Any incoming partner will need to review the last three years accounts of the partnership to understand its financial status, not only to ascertain the likely returns will be but, perhaps more importantly, to be aware of what liabilities the practice has. Unlike in a limited company or limited liability partnership partners in a general partnership are, as far as the outside world is concerned, jointly and severally liable for all the obligations of the business.

It is also crucial that any incoming partner is made aware of whether practice premises are leased or owned and, if it’s the latter, whether incoming partners have the option to or are required to “buy in” and the cost, risks (and benefits) of this.

The Partnership Agreement

There are many things to consider before entering into partnership. Capital/profit shares; premises and partnership assets; insurance; partner entitlements and restrictions; and exit mechanisms – to name but a few.

Without a written partnership agreement dealing with these matters and formalising the working relationship of the partners, disputes can easily arise.

The importance of a partnership agreement

Without a written partnership agreement dealing with these matters and formalising the working relationship of the partners, disputes can easily arise, not least because individual partners will have different (and in all likelihood changing) expectations. A partnership comes into being whenever people are “carrying on business in common with a view to profit” and there is no pre-requisite for a written agreement, however, since the default provisions which apply to partnerships without formal partnership agreements date back to the Partnership Act 1890, a written agreement ensuring the default provisions do not apply is always advisable.
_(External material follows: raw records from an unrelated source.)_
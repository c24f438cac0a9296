import { describe, expect, it } from "vitest";
import { uploadCreateSchema } from "@/lib/validations/upload";

const upload = (fileName: string, contentType: string) => uploadCreateSchema.safeParse({ fileName, size: 8011, contentType });

describe("uploadCreateSchema: NMEA captures", () => {
  it("accepts a .log capture under the type a Linux browser reports for it", () => {
    // freedesktop.org shared-mime-info maps *.log to text/x-log (globs2: "50:text/x-log:*.log").
    expect(upload("gp-320fw-2019-04-07-coldboot.log", "text/x-log").success).toBe(true);
    expect(upload("capture.nmea", "").success).toBe(true);
    expect(upload("capture.nmea", "text/x-nmea").success).toBe(true);
  });

  it("still refuses an image", () => {
    expect(upload("photo.log", "image/png").success).toBe(false);
  });
});
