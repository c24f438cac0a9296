/**
 * Upload → storage → parse → MariaDB, through the running server with real s3rver and MariaDB.
 * The logs are our own simulator's output (demo data, not a reference) plus real GPX recordings
 * from ../shared/reference/gpx (see SOURCES.md there).
 */
import fs from "node:fs";
import path from "node:path";
import { sql } from "drizzle-orm";
import { beforeAll, describe, expect, it } from "vitest";
import { db } from "@/db/client";
import { createApiToken } from "@/lib/api-tokens";
import { acceptInvitation, inviteMember } from "@/lib/crews/invitations";
import { simulateRun } from "@/scripts/simulator/simulate-run";
import { toCsv, toGpx, toNmea } from "@/scripts/simulator/write-logs";
import { demoCrew } from "@/db/demo-crew";
import { demoLogs } from "@/scripts/simulator/demo-runs";
import { Client } from "../helpers/http";
import { linkIn, tokenFromLink, waitForMail } from "../helpers/inbox";
import { newLead, testPassword, uniqueEmail } from "../helpers/people";
import { settledRun, uploadLog } from "../helpers/uploads";

const sim = simulateRun({ seed: 5, waypoints: demoCrew.routePlans[0].waypoints });
const csv = toCsv(sim);
const csvRows = csv.trim().split("\n").length - 1;

async function sampleCount(runId: number): Promise<number> {
  const [rows] = (await db().execute(sql`SELECT COUNT(*) AS n FROM samples WHERE run_id = ${runId}`)) as unknown as [{ n: number }[]];
  return Number(rows[0].n);
}
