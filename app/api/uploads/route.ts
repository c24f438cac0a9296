import { NextResponse } from "next/server";
import { apiRoute, readJson } from "@/lib/api/handler";
import { requireActor } from "@/lib/auth/actor";
import { crewForNewRecord } from "@/lib/crews/resolve-crew";
import { createUpload } from "@/lib/ingest/uploads";
import { uploadCreateSchema } from "@/lib/validations/upload";

export const runtime = "nodejs";

export const POST = apiRoute(async (req) => {
  const actor = await requireActor();
  const { crewId: requested, ...input } = await readJson(req, uploadCreateSchema);
  const crewId = await crewForNewRecord(actor, requested);
  return NextResponse.json(await createUpload(actor, crewId, input), { status: 201 });
});
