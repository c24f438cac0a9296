/**
 * Series, track and points endpoints over a log that went through the real pipeline (upload →
 * S3 → parser → MariaDB → levels), answered over HTTP by the running test build. The log is our
 * own simulator's output (demo data); the checks compare the endpoints with SQL over the same
 * samples table.
 */
import { sql } from "drizzle-orm";
import { beforeAll, describe, expect, it } from "vitest";
import { db } from "@/db/client";
import { demoCrew } from "@/db/demo-crew";
import type { PointsResponse, SeriesResponse, TrackResponse } from "@/lib/series/types";
import { simulateRun } from "@/scripts/simulator/simulate-run";
import { toCsv } from "@/scripts/simulator/write-logs";
import { Client } from "../helpers/http";
import { newLead, testPassword } from "../helpers/people";
import { settledRun, uploadLog } from "../helpers/uploads";

const loop = demoCrew.routePlans[0].waypoints;
// Four laps at 20 Hz: about 14,000 samples, enough for the levels to be used.
const sim = simulateRun({ seed: 9, waypoints: [...loop, ...loop.slice(1), ...loop.slice(1), ...loop.slice(1)], hz: 20 });
const csv = toCsv(sim);

async function query<T>(q: ReturnType<typeof sql>): Promise<T[]> {
  const [rows] = (await db().execute(q)) as unknown as [T[]];
  return rows;
}

const levelRows = async (runId: number) => Number((await query<{ n: number }>(sql`SELECT COUNT(*) AS n FROM series_levels WHERE run_id = ${runId}`))[0].n);

const finite = (a: (number | null)[] | undefined) => (a ?? []).filter((v): v is number => v !== null);
/** The same 32-bit float: the samples table keeps sensor values as FLOAT. */
const f32 = (v: number | string | null) => Math.fround(Number(v));

describe("series endpoints", () => {
  let lead: Awaited<ReturnType<typeof newLead>>;
  let c: Client;
  let runId: number;

  beforeAll(async () => {
    lead = await newLead("series");
    c = new Client();
    expect(await c.signIn(lead.email, testPassword)).toBeNull();
    const plan = await c.post("/api/route-plans", { name: "Four laps", waypoints: loop.map((w) => ({ name: w.name, lat: w.lat, lon: w.lon })) });
    expect(plan.status).toBe(201);
    const up = await uploadLog(c, "laps.csv", csv, { routePlanId: (await plan.json()).id });
    const run = await settledRun(c, up.runId);
    expect(run.error).toBeNull();
    expect(run.status).toBe("ready");
    expect(run.sampleCount).toBe(sim.length);
    runId = up.runId;
  });

  it("stores levels with the samples", async () => {
    expect(await levelRows(runId)).toBeGreaterThan(10);
  });

  it("whole run: decimated, with min and max equal to SQL MIN() and MAX() over the samples", async () => {
    const res = await c.get(`/api/runs/${runId}/series?fields=rssiDbm,lat,voltageV,distanceFromHomeM,xteM&points=2000`);
    expect(res.status, await res.clone().text()).toBe(200);
    expect(res.headers.get("cache-control")).toMatch(/^private/);
    expect(res.headers.get("etag")).toBeTruthy();
    const s = (await res.json()) as SeriesResponse;
    expect(s.runId).toBe(runId);
    expect(s.from).toBe(0);
    expect(s.to).toBeCloseTo(sim[sim.length - 1].t, 2);
    expect(s.resolution).toBe(16);
    expect(s.t.length).toBeLessThanOrEqual(2000);
    expect(s.absent).toEqual([]);
    for (const f of ["rssiDbm", "lat", "voltageV", "distanceFromHomeM", "xteM"] as const) expect(s.values[f]).toHaveLength(s.t.length);
    for (let i = 1; i < s.t.length; i++) expect(s.t[i]).toBeGreaterThanOrEqual(s.t[i - 1]);

    const [m] = await query<{ rmin: number; rmax: number; latmin: number; latmax: number; vmin: number; vmax: number }>(
      sql`SELECT MIN(rssi_dbm) AS rmin, MAX(rssi_dbm) AS rmax, MIN(lat) AS latmin, MAX(lat) AS latmax, MIN(voltage_v) AS vmin, MAX(voltage_v) AS vmax
          FROM samples WHERE run_id = ${runId}`,
    );
    const rssi = finite(s.values.rssiDbm);
    expect(f32(Math.min(...rssi))).toBe(f32(m.rmin));
    expect(f32(Math.max(...rssi))).toBe(f32(m.rmax));
    const volts = finite(s.values.voltageV);
    expect(f32(Math.min(...volts))).toBe(f32(m.vmin));
    expect(f32(Math.max(...volts))).toBe(f32(m.vmax));
    // Coordinates are DOUBLE in the table and in the levels: exactly equal.
    const lat = finite(s.values.lat);
    expect(Math.min(...lat)).toBe(Number(m.latmin));
    expect(Math.max(...lat)).toBe(Number(m.latmax));
    // Derived from the analysis: distance from home reaches the summary's maximum.
    const [summary] = await query<{ d: number }>(sql`SELECT JSON_EXTRACT(summary, '$.maxDistanceFromHomeM') AS d FROM runs WHERE id = ${runId}`);
    expect(Math.max(...finite(s.values.distanceFromHomeM))).toBeCloseTo(Number(summary.d), 0);
    expect(finite(s.values.xteM).length).toBeGreaterThan(100);
  });

  it("zoomed to a few seconds: every sample as stored", async () => {
    const s = (await (await c.get(`/api/runs/${runId}/series?fields=rssiDbm,lqPct,xteM&from=100&to=103`)).json()) as SeriesResponse;
    expect(s.resolution).toBe("raw");
    const rows = await query<{ t_s: number; rssi_dbm: number | null; lq_pct: number | null }>(
      sql`SELECT t_s, rssi_dbm, lq_pct FROM samples WHERE run_id = ${runId} AND t_s BETWEEN 100 AND 103 ORDER BY seq`,
    );
    expect(rows.length).toBe(61);
    expect(s.t).toEqual(rows.map((r) => Number(r.t_s)));
    expect(s.values.rssiDbm!.map(f32)).toEqual(rows.map((r) => f32(r.rssi_dbm)));
    expect(s.values.lqPct!.map(f32)).toEqual(rows.map((r) => f32(r.lq_pct)));
    expect(s.values.xteM).toHaveLength(61);
  });

  it("track: positions in time order with the link metric", async () => {
    const res = await c.get(`/api/runs/${runId}/track`);
    expect(res.status).toBe(200);
    const tr = (await res.json()) as TrackResponse;
    expect(tr.metric).toEqual({ field: "lqPct", unit: "%" });
    expect(tr.t.length).toBe(tr.lat.length);
    expect(tr.t.length).toBe(tr.lon.length);
    expect(tr.t.length).toBe(tr.link.length);
    expect(tr.t.length).toBeGreaterThan(3000);
    expect(tr.t.length).toBeLessThanOrEqual(4000 + tr.breaks.length);
    for (let i = 1; i < tr.t.length; i++) expect(tr.t[i]).toBeGreaterThanOrEqual(tr.t[i - 1]);
    // The worst link of the run (the loss) is on the map.
    const [m] = await query<{ lq: number }>(sql`SELECT MIN(lq_pct) AS lq FROM samples WHERE run_id = ${runId}`);
    expect(Math.min(...finite(tr.link))).toBe(Number(m.lq));
  });

  it("points: actual samples where every field has a value", async () => {
    const res = await c.get(`/api/runs/${runId}/points?fields=rssiDbm,distanceFromHomeM&points=500`);
    expect(res.status).toBe(200);
    const p = (await res.json()) as PointsResponse;
    const [m] = await query<{ n: number }>(sql`SELECT COUNT(rssi_dbm) AS n FROM samples WHERE run_id = ${runId}`);
    // Distance from home is known from the first good fix on; nearly every sample here.
    expect(p.total).toBeLessThanOrEqual(Number(m.n));
    expect(p.total).toBeGreaterThan(Number(m.n) * 0.9);
    expect(p.t).toHaveLength(500);
    const seqs = p.t.slice(0, 20);
    const rows = await query<{ t_s: number; rssi_dbm: number }>(sql`SELECT t_s, rssi_dbm FROM samples WHERE run_id = ${runId} AND t_s IN (${sql.join(seqs, sql`, `)}) ORDER BY seq`);
    expect(rows.map((r) => f32(r.rssi_dbm))).toEqual(p.values.rssiDbm!.slice(0, 20).map(f32));
  });

  it("answers 304 to a current ETag, and lets a versioned URL be kept", async () => {
    const url = `/api/runs/${runId}/series?fields=altM`;
    const first = await c.get(url);
    const etag = first.headers.get("etag")!;
    expect(first.headers.get("cache-control")).toBe("private, no-cache");
    const again = await c.request(url, { headers: { "if-none-match": etag } });
    expect(again.status).toBe(304);
    const { version } = (await first.json()) as SeriesResponse;
    const kept = await c.get(`${url}&v=${version}`);
    expect(kept.headers.get("cache-control")).toBe("private, max-age=31536000, immutable");
  });

  it("rebuilds levels for a run stored without them", async () => {
    const before = (await (await c.get(`/api/runs/${runId}/series?fields=rssiDbm,distanceFromHomeM`)).json()) as SeriesResponse;
    await db().execute(sql`DELETE FROM series_levels WHERE run_id = ${runId}`);
    const res = await c.get(`/api/runs/${runId}/series?fields=rssiDbm,distanceFromHomeM`);
    expect(res.status).toBe(200);
    const after = (await res.json()) as SeriesResponse;
    expect(after.values.rssiDbm).toEqual(before.values.rssiDbm);
    // The rebuild runs the analysis again, so the derived values come back too.
    expect(after.absent).toEqual([]);
    expect(after.values.distanceFromHomeM).toEqual(before.values.distanceFromHomeM);
    expect(await levelRows(runId)).toBeGreaterThan(10);
    // A re-parse brings the derived values back.
    expect((await c.post(`/api/runs/${runId}/reparse`, {})).status).toBe(200);
    expect((await settledRun(c, runId)).status).toBe("ready");
    const reparsed = (await (await c.get(`/api/runs/${runId}/series?fields=distanceFromHomeM`)).json()) as SeriesResponse;
    expect(reparsed.absent).toEqual([]);
  });

  it("refuses bad queries, other crews, signed-out callers and runs that are not ready", async () => {
    const bad = await c.get(`/api/runs/${runId}/series?fields=rssiDbm,warp`);
    expect(bad.status).toBe(422);
    expect((await bad.json()).error.message).toMatch(/Unknown field "warp"/);
    expect((await c.get(`/api/runs/${runId}/series?fields=rssiDbm&from=5&to=1`)).status).toBe(422);
    expect((await c.get(`/api/runs/${runId}/series?fields=rssiDbm&points=1`)).status).toBe(422);
    expect((await c.get(`/api/runs/${runId}/points?fields=nope`)).status).toBe(422);

    const outsider = await newLead("series-outsider");
    const o = new Client();
    expect(await o.signIn(outsider.email, testPassword)).toBeNull();
    for (const path of [`/series?fields=rssiDbm`, `/track`, `/points?fields=rssiDbm`]) {
      expect((await o.get(`/api/runs/${runId}${path}`)).status).toBe(404);
      expect((await new Client().get(`/api/runs/${runId}${path}`)).status).toBe(401);
    }
    expect((await c.get(`/api/runs/999999999/track`)).status).toBe(404);

    // A failed run has no levels left and no series.
    const broken = await uploadLog(c, "broken.csv", csv.split("\n").map((l, i) => (i === 1 ? l.replace(/^[^,]+/, "soon") : l)).join("\n"));
    expect((await settledRun(c, broken.runId)).status).toBe("failed");
    expect(await levelRows(broken.runId)).toBe(0);
    const refused = await c.get(`/api/runs/${broken.runId}/series?fields=rssiDbm`);
    expect(refused.status).toBe(409);
    expect((await refused.json()).error.message).toMatch(/could not be parsed/);
  });
});
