/**
 * The authorisation matrix: every API route handler (found by walking app/api/**\/route.ts and
 * reading the HTTP methods each file exports) × every caller (signed out, observer, pilot, lead)
 * × the caller's own crew and another crew, against the running test build.
 *
 * OWASP ASVS 4.0.3:
 * - V4.1.1 — access control is enforced on the trusted service layer: every cell is an HTTP call to
 *   the server, never a UI hint.
 * - V4.1.3 — least privilege: a member below a route's minimum role gets 403, signed out 401.
 * - V4.2.1 — protection against insecure direct object references: another crew's record answers
 *   404 (even to a lead of the other crew), and no other crew's data appears in any answer.
 *
 * A route that is not in `expectations` (and not listed as public) fails "no expectation for …",
 * so a new route cannot ship without its row. Server actions are not covered here.
 */
import { randomBytes } from "node:crypto";
import { readdirSync, readFileSync } from "node:fs";
import { join, relative, sep } from "node:path";
import { afterAll, beforeAll, describe, expect, it } from "vitest";
import { demoCrew } from "@/db/demo-crew";
import { getUserById } from "@/db/queries/users";
import type { Role } from "@/db/schema";
import { createApiToken } from "@/lib/api-tokens";
import { acceptInvitation } from "@/lib/crews/invitations";
import { simulateRun } from "@/scripts/simulator/simulate-run";
import { toCsv } from "@/scripts/simulator/write-logs";
import { markAsBenchRun } from "../helpers/bench-log";
import { Client } from "../helpers/http";
import { linkIn, tokenFromLink, waitForMail } from "../helpers/inbox";
import { newLead, testPassword, uniqueEmail } from "../helpers/people";
import { tinyPng } from "../helpers/tiny-png";
import { settledRun, uploadLog } from "../helpers/uploads";

// ---- Route discovery -------------------------------------------------------------------------

const METHODS = ["GET", "POST", "PUT", "PATCH", "DELETE", "HEAD", "OPTIONS"] as const;
const apiDir = join(process.cwd(), "app", "api");

function routeFiles(dir: string): string[] {
  return readdirSync(dir, { withFileTypes: true }).flatMap((e) => {
    const p = join(dir, e.name);
    if (e.isDirectory()) return routeFiles(p);
    return /^route\.(ts|tsx|js|mjs)$/.test(e.name) ? [p] : [];
  });
}

/** Exported handlers of a route file: `export const GET =`, `export async function GET`, `export { h as GET }`. */
function exportedMethods(source: string): string[] {
  const found = new Set<string>();
  for (const m of source.matchAll(/export\s+(?:const|let|async\s+function|function)\s+([A-Z]+)\b/g)) found.add(m[1]);
  for (const m of source.matchAll(/export\s*\{([^}]*)\}/g)) {
    for (const part of m[1].split(",")) {
      const name = part.trim().split(/\s+as\s+/).pop()?.trim();
      if (name) found.add(name);
    }
  }
  return METHODS.filter((x) => found.has(x));
}

const discovered: string[] = routeFiles(apiDir)
  .flatMap((file) => {
    const path = "/api/" + relative(apiDir, file).split(sep).slice(0, -1).join("/");
    return exportedMethods(readFileSync(file, "utf8")).map((m) => `${m} ${path.replace(/\/$/, "")}`);
  })
  .sort();

// ---- Fixtures --------------------------------------------------------------------------------

type Who = "anon" | Role;
type CrewSide = "own" | "other";
const WHO: Who[] = ["anon", "observer", "pilot", "lead"];
const rank: Record<Role, number> = { observer: 1, pilot: 2, lead: 3 };

interface Fixture {
  crewId: number;
  lead: Client;
  runId: number;
  /** A run uploaded by the crew's pilot (crew B has none: its lead's run). */
  pilotRunId: number;
  /** An upload already completed by the pilot (B: its lead). */
  uploadId: number;
  buildId: number;
  photoId: number;
  planId: number;
  columnMapId: number;
  shareLinkId: number;
  shareToken: string;
}

interface Req {
  method?: string;
  path: string;
  json?: unknown;
}

interface Expectation {
  /** Minimum role for own-crew access; "any" = any signed-in caller. */
  min: Role | "any";
  /** What another crew's record answers: 404, or "filtered" (2xx, the other crew's data left out). */
  other?: 404 | "filtered";
  /** Allowed statuses besides 2xx (the route's documented non-error). */
  ok?: number[];
  /** Builds the request against a crew's fixture; may create a throwaway record first. */
  req: (f: Fixture) => Req | Promise<Req>;
  /** After an allowed call the crew's runs are being read again: wait until they are ready. */
  settle?: boolean;
  /** Extra check of an allowed answer. */
  check?: (body: string, side: CrewSide) => void;
}

const hex = randomBytes(3).toString("hex");
const loop = demoCrew.routePlans[0].waypoints;
const csv = (seed: number) => toCsv(simulateRun({ seed, waypoints: loop, hz: 5 }));
const waypoints = [
  { name: "A", lat: 53.47, lon: -3.05 },
  { name: "B", lat: 53.471, lon: -3.051 },
];
const mapping = { columns: [{ header: "time_s", field: "time", unit: "s" }, { header: "latitude", field: "lat" }, { header: "longitude", field: "lon" }] };
const channels = Array.from({ length: 18 }, (_, i) => ({ channel: i + 1, function: "unused" }));
const png = tinyPng();

async function json<T>(res: Response, status: number): Promise<T> {
  const text = await res.text();
  expect(res.status, text).toBe(status);
  return JSON.parse(text) as T;
}

/** Throwaway records for destructive cells, made by the crew's own lead. */
async function throwawayShareLink(f: Fixture): Promise<number> {
  return (await json<{ id: number }>(await f.lead.post(`/api/runs/${f.runId}/share-links`, { expiresInDays: 1 }), 201)).id;
}
async function throwawayPhoto(f: Fixture): Promise<number> {
  return (await json<{ photoId: number }>(await f.lead.post(`/api/builds/${f.buildId}/photos`, { fileName: "t.png", contentType: "image/png", size: png.length }), 201)).photoId;
}

const crewQ = (f: Fixture) => `crewId=${f.crewId}`;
The partnership agreement is therefore the most important document in any partnership. It identifies the obligations, responsibilities and restrictions of the partners in the practice and should be a living document which is regularly reviewed to ensure it continues to be appropriate to the way the partnership operates.

As partners are self-employed and not employees with employment contracts the partnership agreement also provides clarity on sessional and financial commitments, entitlement to profit share and the impact on this of absences (holidays, sickness, maternity/paternity), responsibility for locum costs; and mechanisms relating to expulsion and retirement.

Not only is it essential that all partners, including any new partners, sign the partnership agreement to confirm their understanding of, and agreement to, its terms, it is also essential that those terms are up to date. Periods of change within a partnership are inevitable and should always be accompanied by a review of the existing partnership agreement considering:

  • Mutual assessment periods, ie: probation
  • Working commitment and profit share, including immediate full parity or a plan to build up parity over time;
  • Capital contributions: are they suitable, will they deter prospective partners and, if so, what are the options, eg: time to build up and/or building capital from undrawn profits?
  • Ring fenced liabilities: do existing partners assume the responsibility of historic liabilities?
  • Premises: will a new partner will be expected to buy in. If so: who will they acquire the interest from; when will they be expected to complete the “buy in”; how will the value be ascertained; is there a mortgage secured on the property; if the partners own the premises what happens when a partner leaves the partnership?
  • Exit mechanisms: do they work from a practical perspective and do they protect the partnership whilst allowing partners to extract their investment on reasonable terms?

Expert Advice

Essentially it all boils down to proceeding with caution and quite simply given that many GPs and practices are time poor it can become very stressful without legal help. It should be an imperative that a fit for purpose partnership agreement is drawn up with a law firm that has the knowledge and understanding of the complicated regulatory authority and the unique nature of the GP practice.

Any relationship is about counter-balancing and building. It can be hard, but it is rewarding, especially if the foundations are firm and built on trust.